Stephen, the first Christian martyr, was arraigned before the outraged Jews for
allegedly saying that Jesus will change the institutions and commandments of
Moses’ Law (Acts 6:14). Christians zoom in on Stephen’s not defending himself
against this accusation. They argue that it demonstrates that it was true. But
Stephen answered them. Acts says that his long speech was his answer. And that
speech attests to God giving Moses the Law and establishing circumcision and to
the Temple being sacred. These two facts prove that Stephen was accused in the
wrong. Stephen may not have said that straight out that he was convinced of the
current force of the Law. If anybody asks me, “Do you believe in the Law as an
authority?” And I say, “Moses got it from God and I believe in God” I am
obviously implying that I do believe in it. I am not saying no. I am saying,
“Yes, I am not going to dispute what God reveals”. Stephen, following the Lord
Jesus, taught that the Law must still be obeyed. Luke, the author of Acts, fully
approved of Stephen’s doctrine because he praised his for being full of grace
and gifted with miraculous powers (Acts 6:8,10). He stated that Stephen’s
teaching was inspired by the Holy Spirit (6:10) meaning that Stephen was a
prophet, and true prophets cannot err in religious matters.
Acts 16 has the apostle Paul putting up with a spirit medium for days before he
exorcises her. This alleged to infer that he approved of her antics indicating
the abolition of the Law which forbade witchcraft and spiritualism. But maybe
Paul had been praying to God to take away the spirit without anything happening
all along. When God told him that prayer was to be answered Paul turned on the
Spirit and expelled it. If he was then the episode does not tell us anything
about the status of the Law in his sight.
Acts says that Jesus saved sinners with his blood, that is, by dying on the
cross. That implies that it is wrong to sacrifice animals for sins or does it?
It does not for a man who pays his fine can pay a superfluous one for some
benevolent reason. And if animal sacrifice was commanded by God it would mean
that if God made provision for sacrifice it only means that animal sacrifice is
now unnecessary not wrong.
The Christians according to Acts lived a communistic way of life. They shared
all things together. There is a different way presupposed in the Torah. This
does not prove the Torah is not for Christians because the Torah only commands
what is to be done in a non-communistic society and neither allows or forbids
communism. The family unite which the Torah upheld was like a communist society.
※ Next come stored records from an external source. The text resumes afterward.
"""Reading quantities: a number is taken as SI, a string like "0.5 ns" or "2 cm" is
converted to the SI unit of the expected dimension.

Nothing in a string is ever evaluated. The number is matched by a regular expression
(sign, digits, decimal point, exponent) and the unit by a small grammar: unit names with
optional SI prefixes ("ns", "mm", "ohm", "e" for the elementary charge), joined by `*`,
`·`, `/` or spaces, each with an optional small integer power ("m2", "m^2", "m**2",
"s^-1", "mm²"). Only single, checked unit names reach pint, so no input can make it
compute a large power or run an expression. Gains in decibels are read by `gain_factor`.
"""

from __future__ import annotations

import functools
import math
import re

from .errors import UnitError

# canonical SI unit of every dimension lagfield reads
SI_UNITS = {
    "time": "s",
    "length": "m",
    "area": "m**2",
    "frequency": "Hz",
    "charge": "C",
    "angle": "rad",
    "dimensionless": "",
    "resistance": "ohm",
    "capacitance": "F",
    "voltage": "V",
    "current": "A",
    "magnetic_field": "T",
    "electric_field": "V/m",
}

# Largest magnitude accepted for a quantity of each dimension (SI). These refuse absurd
# input (1e300 m, overflowed strings), not unusual physics: each is far beyond any
# scenario lagfield models, and small enough that grids built from it stay finite.
LIMITS = {
    "time": 1e6,             # s, about 12 days; |start|, |stop|, step, offsets
    "length": 1e12,          # m, about 7 astronomical units
    "area": 1e6,             # m², a square kilometre
    "frequency": 1e25,       # Hz, a 40 GeV photon
    "charge": 1.0,           # C per physical particle
    "angle": 1e3,            # rad, many turns; directions repeat every 2π anyway
    "dimensionless": 1e12,   # direction vectors and plain factors
    "resistance": 1e12,      # ohm
    "capacitance": 1.0,      # F
    "voltage": 1e9,          # V
    "current": 1e9,          # A
    "magnetic_field": 1e6,   # T
    "electric_field": 1e15,  # V/m
}
MAX_POWER = 4  # largest |power| of one unit ("m^4"); bounds what pint is asked to compute
MAX_UNIT_FACTORS = 6  # unit names in one expression
MAX_TEXT = 80  # characters in a quantity string
MAX_GAIN_DB = 400.0  # |gain| in dB of voltage (a factor of 1e20)

_NUMBER = re.compile(r"\s*(?P<number>[+-]?(?:\d+(?:\.\d*)?|\.\d+)(?:[eE][+-]?\d+)?)"
                     r"\s*(?P<unit>.*?)\s*")
_FACTOR = re.compile(r"\s*(?P<op>[*/·⋅]?)\s*(?P<name>(?:[^\W\d²³¹]|°)+)"
                     r"(?:(?:\^|\*\*)(?P<power>[+-]?\d+)|(?P<bare>\d+)|(?P<sup>[²³]))?\s*")
_SUPERSCRIPTS = {"²": 2, "³": 3}
_EXAMPLES = {"time": '"0.5 ns"', "length": '"2 cm"', "frequency": '"1 THz"',
             "charge": '"-1 e"', "angle": '"5 deg"', "area": '"80 mm2"',
             "dimensionless": "0.05", "gain": '"20 dB"'}


@functools.cache
def _registry():
    import pint

    return pint.UnitRegistry()


def _label(where: str) -> str:
    return where or "value"


def _noun(dimension: str) -> str:
    """"a time", "an electric field", "a plain number" (for dimensionless)."""
    noun = "plain number" if dimension == "dimensionless" else dimension.replace("_", " ")
    return f"an {noun}" if noun[0] in "aeiou" else f"a {noun}"


def _factors(text: str, where: str) -> list[tuple[str, int]]:
    """[(unit name, power)] of a unit expression, or a UnitError."""
    factors = []
    position = 0
    while position < len(text):
        match = _FACTOR.match(text, position)
        if match is None or match.end() == position or (not factors and match["op"] == "/"):
            raise UnitError(f"{_label(where)}: cannot read the unit '{text}' (write unit names "
                            "such as ns, mm2, V/m or ohm, joined by *, / or spaces)")
        if match["power"] is not None:
            power = int(match["power"])
        elif match["bare"] is not None:
            power = int(match["bare"])
        else:
            power = _SUPERSCRIPTS.get(match["sup"], 1)
        if not 0 < abs(power) <= MAX_POWER:
            raise UnitError(f"{_label(where)}: power {power} of '{match['name']}' in '{text}' "
                            f"is outside -{MAX_POWER}..{MAX_POWER} (and not 0)")
        factors.append((match["name"], -power if match["op"] == "/" else power))
        if len(factors) > MAX_UNIT_FACTORS:
            raise UnitError(f"{_label(where)}: the unit '{text}' has more than "
                            f"{MAX_UNIT_FACTORS} parts")
        position = match.end()
    return factors


def _unit(text: str, where: str):
    """The pint Unit of a unit expression ("" is dimensionless), checked by the grammar."""
    ureg = _registry()
    unit = ureg.Unit("")
    for name, power in _factors(text, where):
        if name.lower() == "db":
            raise UnitError(f"{_label(where)}: decibels are accepted for gains only")
        try:
            known = bool(ureg.parse_unit_name(name))
        except Exception:  # noqa: BLE001 - pint's reasons all mean "not a unit name"
            known = False
        if not known:
            raise UnitError(f"{_label(where)}: unknown unit '{name}' in '{text}'")
        unit = unit * ureg.Unit(name) ** power
    return unit


def _dimension_of(unit) -> str | None:
    """The name of the dimension in SI_UNITS that `unit` has, if any."""
    ureg = _registry()
    for dimension, si in SI_UNITS.items():
        if ureg.Unit(si).dimensionality == unit.dimensionality:
            return dimension
    return None


def _factor(unit, dimension: str, shown: str, where: str) -> float:
    """SI factor of `unit` for `dimension`; a plain-words UnitError on a mismatch."""
    si = _registry().Unit(SI_UNITS[dimension])
    if unit.dimensionality != si.dimensionality:
        found = _dimension_of(unit)
        what = _noun(found) if found else f"in {unit:~}"
        expected = SI_UNITS[dimension] or "a plain number"
        raise UnitError(f"{_label(where)}: '{shown}' is {what}, not {_noun(dimension)} "
                        f"(expected a unit convertible to {expected})")
    return float((1.0 * unit).to(si).magnitude)


def unit_factor(unit: str, dimension: str, *, where: str = "") -> float:
    """Factor that turns a value in `unit` into the SI unit of `dimension`.

    >>> unit_factor("ns", "time")
    1e-09
    """
    if not isinstance(unit, str) or len(unit) > MAX_TEXT:
        raise UnitError(f"{_label(where)}: expected a unit name such as \"ns\", got {unit!r}")
    return _factor(_unit(unit.strip(), where), dimension, unit, where)


def _split(text: str, what: str, where: str) -> tuple[float, str]:
    """(number, unit text) of a quantity string, the number checked to be finite."""
    match = _NUMBER.fullmatch(text) if len(text) <= MAX_TEXT else None
    if match is None:
        example = _EXAMPLES.get(what, '"0.5 ns"')
        how = {"dimensionless": "a number", "gain": "decibels of voltage or a plain factor"
               }.get(what, "a number and a unit")
        raise UnitError(f"{_label(where)}: cannot read '{text}' as {_noun(what)}; write "
                        f"{how}, like {example}")
    number = float(match["number"])
    if not math.isfinite(number):
        raise UnitError(f"{_label(where)}: the number in '{text}' is too large")
    return number, match["unit"]


def _checked(value: float, dimension: str, shown, where: str) -> float:
    limit = LIMITS[dimension]
    if not math.isfinite(value):
        raise UnitError(f"{_label(where)}: {shown!r} is not a finite number")
    if abs(value) > limit:
        unit = SI_UNITS[dimension].replace("**2", "²")
        raise UnitError(f"{_label(where)}: {shown!r} is beyond the accepted magnitude of "
                        f"{limit:g} {unit}".rstrip() + f" for {_noun(dimension)}")
    return value


def to_si(value, dimension: str, *, where: str = "") -> float:
    """A number (already SI) or a string with a unit ("2 cm") as a finite SI float within
    LIMITS. A string without a unit is accepted for dimensionless quantities only."""
    if isinstance(value, bool) or not isinstance(value, int | float | str):
        kind = "true/false" if isinstance(value, bool) else type(value).__name__
        raise UnitError(f"{_label(where)}: expected {_noun(dimension)} "
                        f"(a number or a string like {_EXAMPLES.get(dimension, '1.0')}), "
                        f"got {kind} {value!r}")
    if not isinstance(value, str):
        return _checked(float(value), dimension, value, where)
    number, unit_text = _split(value, dimension, where)
    if not unit_text and SI_UNITS[dimension]:
        raise UnitError(f"{_label(where)}: '{value}' has no unit; write it as a number (SI, "
                        f"{SI_UNITS[dimension]}) or with a unit, like "
                        f"{_EXAMPLES.get(dimension, repr(value + ' ' + SI_UNITS[dimension]))}")
    factor = _factor(_unit(unit_text, where), dimension, value, where)
    return _checked(number * factor, dimension, value, where)


def gain_factor(value, *, where: str = "") -> float:
    """A voltage gain as a factor: "20 dB" → 10^(20/20) = 10; a plain number is the
    factor itself."""
    if isinstance(value, str):
        number, unit_text = _split(value, "gain", where)
        if unit_text.lower() == "db":
            if abs(number) > MAX_GAIN_DB:
                raise UnitError(f"{_label(where)}: '{value}' is beyond ±{MAX_GAIN_DB:g} dB")
            return 10.0 ** (number / 20.0)
        if unit_text:
            raise UnitError(f"{_label(where)}: a gain is in dB (of voltage) or a plain "
                            f"factor, got '{value}'")
        value = number
    factor = to_si(value, "dimensionless", where=where)
    if factor == 0.0:
        raise UnitError(f"{_label(where)}: a gain of 0 removes the signal")
    return factor
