"""The `lagfield` command: a thin shell over the Python API.

Results go to stdout; progress (on a terminal only), warnings and the safety note go to
stderr. Every error is one line on stderr, `lagfield: error: ...`, with a non-zero exit
code; `--debug` (before or after the subcommand) shows the traceback instead."""

from __future__ import annotations

import argparse
import contextlib
import json
import os
import re
import sys
import warnings
from pathlib import Path

from . import __version__
from .errors import LagfieldError
from .wording import plural

# numba formats its error messages in colour even for errors it handles itself (loading a
# compiled kernel does), and then registers a terminal reset written at exit, after
# lagfield's own last line; set before numba is imported (it loads with the first run)
os.environ.setdefault("NUMBA_DISABLE_ERROR_MESSAGE_HIGHLIGHTING", "1")

EXIT_BUG = 1  # an unexpected exception: a bug in lagfield or in a plugin
EXIT_USAGE = 2  # the command line itself is wrong (argparse)
EXIT_INTERRUPTED = 130  # Ctrl-C, as shells report SIGINT
EXIT_BROKEN_PIPE = 141  # stdout's reader went away, as shells report SIGPIPE
# options whose value may begin with "-" ("--charge -1e"), which argparse would otherwise
# take for an option of its own
SIGNED_VALUE_OPTIONS = ("--charge", "--workers")


class _Parser(argparse.ArgumentParser):
    """argparse with lagfield's one-line errors."""

    def error(self, message):
        self.exit(EXIT_USAGE, f"lagfield: error: {message} (see '{self.prog} --help')\n")


def _parser() -> argparse.ArgumentParser:
    parser = _Parser(
        prog="lagfield",
        description="Liénard–Wiechert fields, spectra and radiated energy from sampled "
                    "charged-particle tracks. Field estimates only: for radiation dose, RF "
                    "or laser exposure and shielding decisions follow local regulations and "
                    "consult the facility's radiation-safety officer.")
    parser.add_argument("--version", action="version", version=f"lagfield {__version__}")
    parser.add_argument("--debug", action="store_true",
                        help="show the traceback of an error (also accepted after the "
                             "subcommand)")
    commands = parser.add_subparsers(dest="command", required=True, metavar="COMMAND",
                                     parser_class=_Parser)
    run = commands.add_parser("run", help="compute the fields a run file describes")
    run.add_argument("run_file", metavar="RUN.toml", help="the run file (TOML)")
    run.add_argument("--overwrite", action="store_true",
                     help="replace the results of an earlier run in the output directory")
    where = run.add_mutually_exclusive_group()
    where.add_argument("--workers", metavar="N",
                       help="run on N local worker processes (a Dask local cluster; a whole "
                            "number >= 1); overrides the run file's [compute]")
    where.add_argument("--scheduler", metavar="ADDRESS",
                       help="run on the Dask scheduler at ADDRESS (tcp://HOST:PORT); "
                            "overrides the run file's [compute]")
    inspect = commands.add_parser(
        "inspect", help="what is in a track file and whether its sampling resolves the "
                        "radiation it implies")
    inspect.add_argument("source", metavar="TRACKS|RUN.toml",
                         help="a track file (CSV, Parquet or a plugin's format), or a run "
                              "file (.toml), whose [tracks] columns, units, charge and format "
                              "are then used")
    inspect.add_argument("--format", metavar="NAME",
                         help="importer name (default: the run file's, else from the file "
                              "ending)")
    inspect.add_argument("--charge", metavar="Q",
                         help="charge per physical particle in C, or with a unit "
                              "(--charge -1e, --charge '-1 e'), when the file has no charge "
                              "column")
    inspect.add_argument("--json", action="store_true", help="machine-readable output")
    commands.add_parser("plugins", help="list the installed importers and exporters")
    for subparser in commands.choices.values():  # `lagfield run X --debug` works too
        subparser.add_argument("--debug", action="store_true", default=argparse.SUPPRESS,
                               help="show the traceback of an error")
    return parser


def _join_signed_values(argv: list[str]) -> list[str]:
    """'--charge -1e' as '--charge=-1e', so that a signed value is not taken for an
    option (argparse accepts only plain negative numbers such as -1 or -0.5)."""
    joined, rest = [], list(argv)
    while rest:
        arg = rest.pop(0)
        if arg == "--":
            return joined + [arg] + rest
        if arg in SIGNED_VALUE_OPTIONS and rest and re.match(r"-[\d.]", rest[0]):
            arg = f"{arg}={rest.pop(0)}"
        joined.append(arg)
    return joined


def _workers(text: str) -> int:
    from .distributed import check_workers

    text = text.strip()
    return check_workers(int(text) if re.fullmatch(r"[+-]?\d+", text) else text, "--workers")


def _charge_c(text: str) -> float:
    from .units import to_si

    value = text.strip()
    with contextlib.suppress(ValueError):
        value = float(value)
    return to_si(value, "charge", where="--charge")


def _progress():
    """The progress display on a terminal; none when stderr is a file or a pipe."""
    if not sys.stderr.isatty():
        return contextlib.nullcontext(None)
    from .progress import RunProgress

    return RunProgress(sys.stderr)


def _cmd_run(args) -> int:
    from .distributed import check_scheduler_address

    options = {"overwrite": args.overwrite}  # flags checked before the engine loads
    if args.workers is not None:
        options["workers"] = _workers(args.workers)
    if args.scheduler is not None:
        options["scheduler"] = check_scheduler_address(args.scheduler, "--scheduler")
    from .outputs import SAFETY_NOTE
    from .runner import run

    with _progress() as progress:
        signals = run(args.run_file, progress=progress, **options)
    summary = signals.summary
    n_groups = len(summary["observer_groups"])
    print(f"lagfield {summary['version']}: {plural(summary['particles'], 'particle')}, "
          f"{plural(len(signals.observers), 'observer point')} in "
          f"{plural(n_groups, 'group')}, {plural(len(signals.fields), 'field sample')} in "
          f"{summary['timings']['total_s']:.2f} s")
    # run.json gives the output directory relative to the run file's folder
    output_dir = Path(args.run_file).parent / summary["output_dir"]
    print(f"results in {output_dir}: {', '.join(summary['files'])}")
    for warning in summary["warnings"]:
        print(f"lagfield: warning: {_one_line(warning)}", file=sys.stderr)
    print(f"note: {SAFETY_NOTE}", file=sys.stderr)
    return 0


def _cmd_inspect(args) -> int:
    from .diagnose import format_report, inspect_run, inspect_tracks

    options = {}
    if args.format:
        options["format"] = args.format
    if args.charge is not None:
        options["charge"] = _charge_c(args.charge)
    if Path(args.source).suffix.lower() == ".toml":
        report = inspect_run(args.source, **options)
    else:
        try:
            report = inspect_tracks(args.source, **options)
        except LagfieldError as exc:
            if "[tracks]" in str(exc):  # the fix is a run file's [tracks] table
                exc.args = (f"{exc}; to inspect with a run file's [tracks] settings: "
                            "lagfield inspect RUN.toml",)
            raise
    print(json.dumps(report, indent=2) if args.json else format_report(report))
    if not report["valid"]:  # the same refusal `run` would make
        sys.stdout.flush()
        from .errors import MotionError

        raise MotionError(f"{plural(report['n_refused'], 'track')} would be refused by a "
                          f"run; the first: {report['refused'][0]['message']}")
    return 0


def _cmd_plugins(args) -> int:
    from .registry import get_registry

    registry = get_registry()
    for title, table in (("importers", registry.importers), ("exporters", registry.exporters)):
        print(f"{title}:")
        for name in sorted(table):
            for info in table[name]:
                print(f"  {name:<10} {info.distribution:<24} {info.plugin.description}")
    if registry.broken:
        print("broken plugins:")
        for broken in registry.broken:
            print(f"  {broken.name:<10} {broken.distribution:<24} {broken.error}")
    return 0


def _one_line(text: str) -> str:
    return " ".join(str(text).split())


@contextlib.contextmanager
def _warnings_as_lines():
    """Python warnings shown as `lagfield: warning: ...` lines on stderr, each text once
    (a numerical warning can repeat for every particle)."""
    shown = set()

    def show(message, category, filename, lineno, file=None, line=None):
        text = _one_line(f"{category.__name__}: {message}")
        if text not in shown:
            shown.add(text)
            print(f"lagfield: warning: {text}", file=sys.stderr)

    previous, warnings.showwarning = warnings.showwarning, show
    try:
        yield
    finally:
        warnings.showwarning = previous


def _silence_stdout() -> None:
    """Point stdout at /dev/null, so the interpreter's final flush of a closed pipe does
    not print a complaint."""
    import os

    with contextlib.suppress(OSError, ValueError):
        os.dup2(os.open(os.devnull, os.O_WRONLY), sys.stdout.fileno())


def main(argv=None) -> int:
    """Run the command line `argv` (default: sys.argv[1:]); returns the exit code."""
    argv = _join_signed_values(sys.argv[1:] if argv is None else list(argv))
    try:
        args = _parser().parse_args(argv)
    except SystemExit as exc:  # --help, --version or a usage error, already printed
        return exc.code if isinstance(exc.code, int) else EXIT_USAGE
    handler = {"run": _cmd_run, "inspect": _cmd_inspect, "plugins": _cmd_plugins}[args.command]
    try:
        with _warnings_as_lines():
            return handler(args)
    except BrokenPipeError:  # stdout closed early (`lagfield inspect ... | head -1`)
        _silence_stdout()
        return EXIT_BROKEN_PIPE
    except LagfieldError as exc:
        if args.debug:
            raise
        print(f"lagfield: error: {_one_line(exc)}", file=sys.stderr)
        return exc.exit_code
    except KeyboardInterrupt:
        if args.debug:
            raise
        print("lagfield: interrupted; no results were written", file=sys.stderr)
        return EXIT_INTERRUPTED
    except Exception as exc:
        if args.debug:
            raise
        print(f"lagfield: error: unexpected {type(exc).__name__}: {_one_line(exc)}. This is "
              "a bug in lagfield or a plugin; rerun with --debug to see the traceback and "
              "please report it",
              file=sys.stderr)
        return EXIT_BUG


if __name__ == "__main__":
    sys.exit(main())
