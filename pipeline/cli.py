"""The `lagfield` command: a thin shell over the Python API. Errors are one line on
stderr with a non-zero exit code; `--debug` shows the traceback."""

from __future__ import annotations

import argparse
import json
import sys

from .errors import LagfieldError


def _parser() -> argparse.ArgumentParser:
    parser = argparse.ArgumentParser(
        prog="lagfield",
        description="Liénard–Wiechert fields, spectra and radiated energy from sampled "
                    "charged-particle tracks.")
    parser.add_argument("--debug", action="store_true", help="show tracebacks on errors")
    commands = parser.add_subparsers(dest="command", required=True)
    run = commands.add_parser("run", help="compute the fields a run file describes")
    run.add_argument("run_file", help="the run file (TOML)")
    run.add_argument("--overwrite", action="store_true",
                     help="replace results already in the output directory")
    where = run.add_mutually_exclusive_group()
    where.add_argument("--workers", type=int, metavar="N",
                       help="local worker processes (a Dask local cluster)")
    where.add_argument("--scheduler", metavar="ADDRESS",
                       help="address of a running Dask scheduler")
    inspect = commands.add_parser(
        "inspect", help="what is in a track file and whether its sampling resolves the "
                        "radiation it implies")
    inspect.add_argument("tracks", help="track file (CSV, Parquet or a plugin's format)")
    inspect.add_argument("--format", help="importer name (default: from the file ending)")
    inspect.add_argument("--charge", metavar="Q",
                         help="charge per particle (C, or with a unit: --charge='-1 e'), "
                              "when the file has no charge column")
    inspect.add_argument("--json", action="store_true", help="machine-readable output")
    commands.add_parser("plugins", help="list the installed importers and exporters")
    return parser


def _cmd_run(args) -> int:
    from .runner import run

    bar = None
    if sys.stderr.isatty():  # progress on a terminal only
        from tqdm import tqdm

        bar = tqdm(unit="particle", desc="fields", file=sys.stderr, leave=False)
    try:
        signals = run(args.run_file, overwrite=args.overwrite, workers=args.workers,
                      scheduler=args.scheduler, progress=bar.update if bar else None)
    finally:
        if bar is not None:
            bar.close()
    summary = signals.summary
    print(f"lagfield {summary['version']}: {summary['particles']} particles, "
          f"{len(signals.observers)} observer points in "
          f"{len(summary['observer_groups'])} group(s), "
          f"{len(signals.fields)} field samples in {summary['timings']['total_s']:.2f} s")
    print(f"results in {summary['output_dir']}: {', '.join(summary['files'])}")
    for warning in summary["warnings"]:
        print(f"warning: {warning}", file=sys.stderr)
    print(f"note: {summary['note']}")
    return 0


def _cmd_inspect(args) -> int:
    from .diagnose import format_report, inspect_tracks

    options = {}
    if args.format:
        options["format"] = args.format
    if args.charge is not None:
        from .units import to_si

        value = args.charge.strip()
        try:
            value = float(value)
        except ValueError:
            pass
        options["charge"] = to_si(value, "charge", where="--charge")
    report = inspect_tracks(args.tracks, **options)
    print(json.dumps(report, indent=2) if args.json else format_report(report))
    return 0


def _cmd_plugins(args) -> int:
    from .registry import get_registry

    registry = get_registry()
    for title, table in (("importers", registry.importers), ("exporters", registry.exporters)):
        print(f"{title}:")
        for name in sorted(table):
            for info in table[name]:
                print(f"  {name:<10} {info.distribution:<24} {info.plugin.description}")
    if registry.broken:
        print("broken plugins:")
        for broken in registry.broken:
            print(f"  {broken.name:<10} {broken.distribution:<24} {broken.error}")
    return 0


def main(argv=None) -> int:
    args = _parser().parse_args(argv)
    handler = {"run": _cmd_run, "inspect": _cmd_inspect, "plugins": _cmd_plugins}[args.command]
    try:
        return handler(args)
    except LagfieldError as exc:
        if args.debug:
            raise
        print(f"lagfield: error: {exc}", file=sys.stderr)
        return exc.exit_code
    except KeyboardInterrupt:
        print("lagfield: interrupted; nothing was written", file=sys.stderr)
        return 130


if __name__ == "__main__":
    sys.exit(main())
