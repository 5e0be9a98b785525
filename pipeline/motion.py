"""Smooth motion from sampled tracks: r, β, 1/γ² and β̇ at any source time.

Positions are interpolated (or smoothed) with scipy splines of degree 3 or 5. When the
track carries normalized momenta u = γβ, the velocity comes from a spline of u (so 1/γ² =
1/(1 + u²) keeps its precision at high γ) and the positions from a Hermite spline that
matches both the sampled positions and those velocities (and, for degree 5, the
accelerations). Outside the sampled span the motion is ballistic (constant velocity, the
velocity at the first or last sample) unless extension is switched off.
"""

from __future__ import annotations

import numpy as np
from scipy import constants, interpolate

from .errors import MotionError
from .tracks import Track

C = constants.c
SPEED_CHECKS_PER_INTERVAL = 8


class Motion:
    """Reconstructed motion of one track.

    `evaluate(t_s)` returns (position_m (K, 3), beta (K, 3), inv_gamma2 (K,),
    beta_dot_per_s (K, 3)); outside [t_first, t_last] the ballistic extension.
    """

    def __init__(self, track: Track, *, degree: int = 5, extend: str = "ballistic",
                 smoothing_m: float = 0.0):
        if degree not in (3, 5):
            raise ValueError(f"spline degree must be 3 or 5, not {degree}")
        self.track = track
        self.particle = track.particle
        self.degree = degree
        self.extend = extend
        t = np.asarray(track.t_s, dtype=float)
        self.t_first = float(t[0])
        self.t_last = float(t[-1])
        # scipy splines are evaluated on a time axis relative to the first sample
        self._t0 = self.t_first
        tau = t - self._t0
        k = min(degree, t.size - 1)
        if track.u is None:
            if smoothing_m > 0.0:
                s = t.size * smoothing_m**2
                self._position = [interpolate.make_splrep(tau, track.position_m[:, i], k=k, s=s)
                                  for i in range(3)]
            else:
                self._position = [interpolate.make_interp_spline(tau, track.position_m, k=k)]
            self._u_spline = None
        else:
            u = np.asarray(track.u, dtype=float)
            self._u_spline = interpolate.make_interp_spline(tau, u, k=k)
            beta, _, beta_dot = self._from_u(tau)
            v = C * beta
            if degree == 3 or t.size < 3:
                self._position = [interpolate.CubicHermiteSpline(tau, track.position_m, v)]
            else:
                a = C * beta_dot
                self._position = [interpolate.BPoly.from_derivatives(
                    tau, np.stack([track.position_m[:, i], v[:, i], a[:, i]], axis=1))
                    for i in range(3)]
        # ballistic extension: position and velocity at the ends
        ends = np.array([0.0, self.t_last - self._t0])
        r_end, beta_end, g_end, _ = self._inside(ends)
        self._r_end = r_end
        self._beta_end = beta_end
        self._g_end = g_end

    # ------------------------------------------------------------------ evaluation
    def _positions(self, tau, nu=0):
        if len(self._position) == 1:
            spline = self._position[0]
            return spline(tau, nu) if nu else spline(tau)
        return np.stack([(s(tau, nu) if nu else s(tau)) for s in self._position], axis=-1)

    def _from_u(self, tau):
        u = self._u_spline(tau)
        du = self._u_spline(tau, 1)
        u2 = np.einsum("...i,...i->...", u, u)
        gamma = np.sqrt(1.0 + u2)
        beta = u / gamma[..., None]
        beta_du = np.einsum("...i,...i->...", beta, du)
        beta_dot = (du - beta * beta_du[..., None]) / gamma[..., None]
        return beta, 1.0 / (1.0 + u2), beta_dot

    def _inside(self, tau):
        r = self._positions(tau)
        if self._u_spline is None:
            beta = self._positions(tau, 1) / C
            beta_dot = self._positions(tau, 2) / C
            speed = np.sqrt(np.einsum("...i,...i->...", beta, beta))
            inv_g2 = (1.0 - speed) * (1.0 + speed)
        else:
            beta, inv_g2, beta_dot = self._from_u(tau)
        return r, beta, inv_g2, beta_dot

    def evaluate(self, t_s):
        t_s = np.atleast_1d(np.asarray(t_s, dtype=float))
        tau = t_s - self._t0
        inside = (t_s >= self.t_first) & (t_s <= self.t_last)
        r = np.empty((t_s.size, 3))
        beta = np.empty((t_s.size, 3))
        inv_g2 = np.empty(t_s.size)
        beta_dot = np.zeros((t_s.size, 3))
        if inside.any():
            r[inside], beta[inside], inv_g2[inside], beta_dot[inside] = self._inside(tau[inside])
        for end, mask in ((0, t_s < self.t_first), (1, t_s > self.t_last)):
            if mask.any():
                t_end = self.t_first if end == 0 else self.t_last
                r[mask] = self._r_end[end] + C * self._beta_end[end] * (t_s[mask] - t_end)[:, None]
                beta[mask] = self._beta_end[end]
                inv_g2[mask] = self._g_end[end]
        return r, beta, inv_g2, beta_dot

    # ------------------------------------------------------------------ checks
    def check_speed(self) -> None:
        """Raise MotionError where the reconstructed speed reaches c (never clamped).
        With momenta the speed is |u|/√(1 + u²) < 1 by construction: nothing to check."""
        if self._u_spline is not None:
            return
        t = self.track.t_s
        fractions = np.linspace(0.0, 1.0, SPEED_CHECKS_PER_INTERVAL, endpoint=False)
        probe = (t[:-1, None] + np.diff(t)[:, None] * fractions).ravel()
        probe = np.append(probe, t[-1])
        _, beta, inv_g2, _ = self.evaluate(probe)
        speed = np.sqrt(np.einsum("ij,ij->i", beta, beta))
        bad = np.flatnonzero((speed >= 1.0) | (inv_g2 <= 0.0))
        if bad.size:
            worst = bad[np.argmax(speed[bad])]
            raise MotionError(
                f"particle {self.particle}: the reconstructed speed reaches c "
                f"(|β| = {speed[worst]:.12f}) at t = {probe[worst]:.9g} s, between samples "
                f"of the track; the degree-{self.degree} spline overshoots there. Write the "
                "track more often, give ux, uy, uz, set [motion] degree = 3, or set "
                "[motion] smoothing to the position noise")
The way was cleared for the emergence of a Church that considered itself to be a
family and behaved as one.
Finally, Jesus and Christianity cannot be severed from the violent laws and overtone of the Old Testament. Jesus' warning that sinners go to Gehenna to be eaten by worms and punished by he who can destroy body and soul there and his warning that he would send them there is actually overall worse than the savage Old Testament laws about stoning all put together. An abrogation does not end that link for it is not admitting the laws and teachings are evil. It is repudiation that we need. And the laws being applied a different way is not an abrogation - the idea is that Jesus will punish himself and has taken care of some of the laws for us.